You're at the top of my list, Gary!!!


----------



## Adz1 (Apr 21, 2010)

2wheelsx2 said:


> Wow...nice. If your discus tanks get too crowded and you need to get rid of your LDA-33, L114, etc., let me know. I'm a really good foster parent.


Gary you are to funny......LMAO

nice discus


----------



## 2wheelsx2 (Apr 21, 2010)

Holy cow, is nobody doing anything else besides posting on BCA now that it's up?
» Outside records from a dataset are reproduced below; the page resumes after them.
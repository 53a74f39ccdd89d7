"""Reading any supported table file into rows of text cells.

Text tables (comma, tab, semicolon; decimal commas with semicolons or tabs;
whitespace-aligned as a last resort) and Excel workbooks (.xlsx) come back as
lists of stripped strings with the line (or spreadsheet row) number a user
sees, so every later error can name the row.
"""

from __future__ import annotations

import csv
import re
from dataclasses import dataclass, field
from pathlib import Path
from typing import Callable

import pandas as pd

from zoneprofile._validation import InputError, require_file

__all__ = ["RawTable", "read_raw_table", "read_sheet_as_text", "frame_below_header", "header_cells"]

_ENCODINGS = ("utf-8-sig", "cp1252", "latin-1")
_DELIMITERS = ("\t", ";", ",")
_DECIMAL_COMMA = re.compile(r"^[<>]?\s*[-+]?\d+,\d+([eE][-+]?\d+)?$")


@dataclass
class RawTable:
    """Rows of text cells with their 1-based line (spreadsheet row) numbers."""

    rows: list[list[str]]
    lines: list[int]
    path: Path
    delimiter: str | None = None  # None for .xlsx
    sheet: str | None = None
    decimal_comma: bool = False
    sheets: list[str] = field(default_factory=list)
    ends_cleanly: bool = True  # a text file ending with a line break (False hints at truncation)


def _decode(path: Path) -> str:
    raw = path.read_bytes()
    if raw[:2] in (b"\xff\xfe", b"\xfe\xff"):  # UTF-16 text, as spreadsheet programs save "Unicode text"
        try:
            return raw.decode("utf-16")
        except UnicodeDecodeError:
            message = "cannot decode this UTF-16 text file (truncated?)"
            raise InputError(message, path=path) from None
    head = raw[:4096]
    if raw[:2] == b"PK":
        message = "looks like a zip or Excel file; give it the .xlsx extension"
        raise InputError(message, path=path)
    if b"\x00" in head or raw[:8] == b"\xd0\xcf\x11\xe0\xa1\xb1\x1a\xe1":
        message = "looks like a binary file, expected a text table (CSV/TSV) or .xlsx"
        raise InputError(message, path=path)
    control = sum(1 for b in head if b < 32 and b not in (9, 10, 13))
    if control > max(2, len(head) // 50):
        message = "looks like a binary file, expected a text table (CSV/TSV) or .xlsx"
        raise InputError(message, path=path)
    for enc in _ENCODINGS:
        try:
            return raw.decode(enc)
        except UnicodeDecodeError:
            continue
    message = "cannot decode the file as text"  # pragma: no cover - latin-1 decodes anything
    raise InputError(message, path=path)


def _split(lines: list[str], delimiter: str | None) -> list[list[str]]:
    if delimiter is None:  # whitespace-aligned columns
        return [ln.split() for ln in lines]
    return [[c.strip() for c in row] for row in csv.reader(lines, delimiter=delimiter)]


def _text_rows(path: Path, is_header: Callable[[list[str]], int] | None) -> RawTable:
    text = _decode(path)
    lines = text.splitlines()
    if not any(ln.strip() for ln in lines):
        raise InputError("file holds no text", path=path)
    candidates = list(_DELIMITERS) + [None]
    best, best_score = None, (-1, 0)
    for delim in candidates:
        if delim is not None and not any(delim in ln for ln in lines[:200]):
            continue
        rows = _split(lines[:200], delim)
        if is_header is not None:
            score = max((is_header(r) for r in rows), default=0)
        else:
            score = 0
        widths = [len(r) for r in rows if any(c for c in r)]
        common = max(set(widths), key=widths.count) if widths else 0
        key = (score, widths.count(common) * (common > 1))
        if key > best_score:
            best, best_score = delim, key
    if best is None and best_score[0] <= 0:
        best = ","
    rows, decimal_comma = _decimal_points(_split(lines, best))
    return RawTable(
        rows, list(range(1, len(rows) + 1)), path, delimiter=best, decimal_comma=decimal_comma,
        ends_cleanly=text.endswith(("\n", "\r")),
    )


def _decimal_points(rows: list[list[str]]) -> tuple[list[list[str]], bool]:
    """Turn decimal commas ('55,23', '<0,03') into points; a comma inside one
    cell can only be a decimal comma once the row has been split."""
    found = any(_DECIMAL_COMMA.match(c) for r in rows for c in r)
    if not found:
        return rows, False
    return [[c.replace(",", ".") if _DECIMAL_COMMA.match(c) else c for c in r] for r in rows], True


def _cell_text(value) -> str:
    if value is None:
        return ""
    if isinstance(value, bool):
        return str(value)
    if isinstance(value, float):
        return repr(value)
    if hasattr(value, "isoformat"):
        return value.isoformat()
    return str(value).strip()


def _xlsx_rows(path: Path, sheet, is_header) -> RawTable:
    import zipfile

    try:
        import openpyxl
    except ImportError:  # pragma: no cover - a declared dependency
        raise InputError("reading .xlsx needs the 'openpyxl' package", path=path) from None
    try:
        wb = openpyxl.load_workbook(path, read_only=True, data_only=True)
    except (zipfile.BadZipFile, KeyError, OSError, ValueError, TypeError, EOFError) as exc:
        message = f"cannot read this .xlsx (damaged, truncated or not an Excel workbook: {type(exc).__name__})"
        raise InputError(message, path=path) from None
    try:
        names = list(wb.sheetnames)
        if sheet is not None:
            def norm(t):
                return " ".join(str(t).replace("_", " ").split()).lower()

            lookup = {norm(n): n for n in names}
            key = norm(sheet)
            if key not in lookup:
                message = f"no sheet named '{sheet}'; sheets: {', '.join(names)}"
                raise InputError(message, path=path, column="--sheet")
            order = [lookup[key]]
        else:
            order = names
        chosen, chosen_score = None, 0
        for name in order:
            try:
                rows = [[_cell_text(v) for v in row] for row in wb[name].iter_rows(values_only=True)]
                rows, _ = _decimal_points(rows)
            except (zipfile.BadZipFile, KeyError, OSError, ValueError, TypeError, EOFError) as exc:
                message = f"cannot read sheet '{name}' (damaged workbook: {type(exc).__name__})"
                raise InputError(message, path=path) from None
            table = RawTable(rows, list(range(1, len(rows) + 1)), path, sheet=name, sheets=names)
            if sheet is not None or is_header is None:
                return table
            score = max((is_header(r) for r in rows), default=0)
            if score >= 2:  # a clear header: take this sheet
                return table
            if chosen is None or (score > 0 and chosen_score == 0):
                chosen, chosen_score = table, score
        if chosen is None:
            raise InputError("workbook has no sheets", path=path)
        return chosen
    finally:
        wb.close()


def read_raw_table(path, *, sheet=None, is_header: Callable[[list[str]], int] | None = None) -> RawTable:
    """Read a CSV/TSV/semicolon/whitespace text table or an .xlsx sheet as text rows.

    Parameters
    ----------
    path : path-like
        The table. ``.xlsx``/``.xlsm`` are read as workbooks, anything else as text.
    sheet : str, optional
        Workbook sheet name (case-insensitive). Default: the first sheet holding
        a row for which ``is_header`` is positive, else the first sheet.
    is_header : callable, optional
        Scores a row of cells (> 0: could be the header). Used to choose the
        delimiter of a text file and the default sheet of a workbook.
    """
    p = require_file(path, what="table")
    ext = p.suffix.lower()
    if ext in (".xlsx", ".xlsm"):
        return _xlsx_rows(p, sheet, is_header)
    if ext in (".xls", ".ods", ".numbers"):
        message = f"'{ext}' files cannot be read; save the sheet as .xlsx or CSV"
        raise InputError(message, path=p)
    if sheet is not None:
        message = "--sheet applies to .xlsx workbooks only"
        raise InputError(message, path=p, column="--sheet")
    return _text_rows(p, is_header)


def header_cells(table: RawTable, header_index: int) -> list[str]:
    """The stripped header cells, without trailing blanks."""
    header = [c.strip() for c in table.rows[header_index]]
    while header and header[-1] == "":
        header.pop()
    return header


def frame_below_header(table: RawTable, header_index: int, *, dedupe: bool = False) -> pd.DataFrame:
    """Rows below ``table.rows[header_index]`` as a DataFrame of str with ``_row``.

    Blank rows are skipped; short rows are padded with ''. Duplicate column
    names raise :class:`InputError` naming the header row, unless ``dedupe``
    (the caller has checked the columns it uses), which renames later
    copies ``name#2``, ``name#3``. Columns keep the header's order.
    """
    header = header_cells(table, header_index)
    seen: dict[str, int] = {}
    for j, name in enumerate(header):
        if name and name in seen:
            if dedupe:
                k = 2
                while f"{name}#{k}" in seen:
                    k += 1
                header[j] = f"{name}#{k}"
                seen[header[j]] = j
                continue
            message = f"duplicate column '{name}' (columns {seen[name] + 1} and {j + 1}); rename or remove one"
            raise InputError(message, path=table.path, row=table.lines[header_index], column=name)
        seen[name] = j
    header = [name if name else f"_blank{j + 1}" for j, name in enumerate(header)]
    records, rows = [], []
    for i in range(header_index + 1, len(table.rows)):
        row = table.rows[i]
        if not any(c.strip() for c in row):
            continue
        cells = [c.strip() for c in row] + [""] * max(0, len(header) - len(row))
        records.append(cells[: len(header)])
        rows.append(table.lines[i])
    frame = pd.DataFrame(records, columns=header, dtype=object) if records else pd.DataFrame(columns=header, dtype=object)
    frame["_row"] = rows
    return frame


def read_sheet_as_text(path, *, sheet=None, header_contains=None) -> pd.DataFrame:
    """Read an .xlsx sheet (or a text table) as a DataFrame of stripped strings.

    Parameters
    ----------
    path : path-like
        Workbook (``.xlsx``) or text table.
    sheet : str, optional
        Sheet name; default the first sheet whose rows include a header.
    header_contains : iterable of str, optional
        Lower-case names, one of which must appear in the header row; rows
        above it (titles) are skipped. Default: the first non-empty row.

    Returns
    -------
    DataFrame of str
        One column per header cell ('' for blank cells) and ``_row``, the
        1-based spreadsheet row of each record.
    """
    wanted = None if header_contains is None else {str(w).strip().lower() for w in header_contains}

    def is_header(row):
        cells = {c.strip().lower() for c in row if c.strip()}
        if not cells:
            return 0
        return 1 if wanted is None else len(wanted & cells)

    table = read_raw_table(path, sheet=sheet, is_header=is_header)
    for i, row in enumerate(table.rows):
        if is_header(row) > 0:
            return frame_below_header(table, i)
    need = ", ".join(sorted(wanted)) if wanted else "a header"
    where = f" in sheet '{table.sheet}'" if table.sheet else ""
    message = f"no header row found{where}; expected a row naming {need}"
    raise InputError(message, path=table.path)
I posted like 59 seconds ago!


----------



## bonsai dave (Apr 21, 2010)

Looking great Shelly.. Those are very beautiful fish . I had to hide my wallet when i went to see them on tuesday..


----------



## L!$A (Apr 21, 2010)

Very goregous discus.... *drool* 

We really need to set-up a discus tank!!! 
They are beauties!


----------



## Chappy (Apr 21, 2010)

L!$A said:


> Very goregous discus.... *drool*
> 
> We really need to set-up a discus tank!!!
> They are beauties!


Thanks, but the truth is....these two are runners up. You should see the beauty that Joseph scored from April - perfect shape and the color is spectacular. I'm very happy with this pair, though 

And yes - you DO need to set up a discus tank......EVERYONE needs a discus tank


----------



## 2wheelsx2 (Apr 21, 2010)

Embersmom said:


> And yes - you DO need to set up a discus tank......EVERYONE needs a discus tank


Or as Shelley's done, a discus pleco tank.


----------



## L!$A (Apr 21, 2010)

hehe.. well I can say that we probably will have one -- one day! 
When .. is something I do not know!! lol


----------



## Atom (Apr 21, 2010)

I know nothing about discus but I know that is a beauty. Love the colours. I'm sure it is even more brilliant in person.


----------



## Chappy (Apr 21, 2010)

2wheelsx2 said:


> Or as Shelley's done, a discus pleco tank.


Don't forget, Gary, there's also the botia/loach pleco tank, and the enchanted forest pleco tank, and the planted Osaka community pleco tank!!! The only tank that DOESN'T have a couple of plecos is the shrimp tank


----------



## 2wheelsx2 (Apr 21, 2010)

Good point Shelley. With the types of plecos out there, there's one that fits almost every tank. I have a rummy nose/cardinal tetra/pleco planted tank, a black neon/emperor tetra/pleco planted tank, and a 125 gallon pleco tank with a couple of visiting cichlids in it.


----------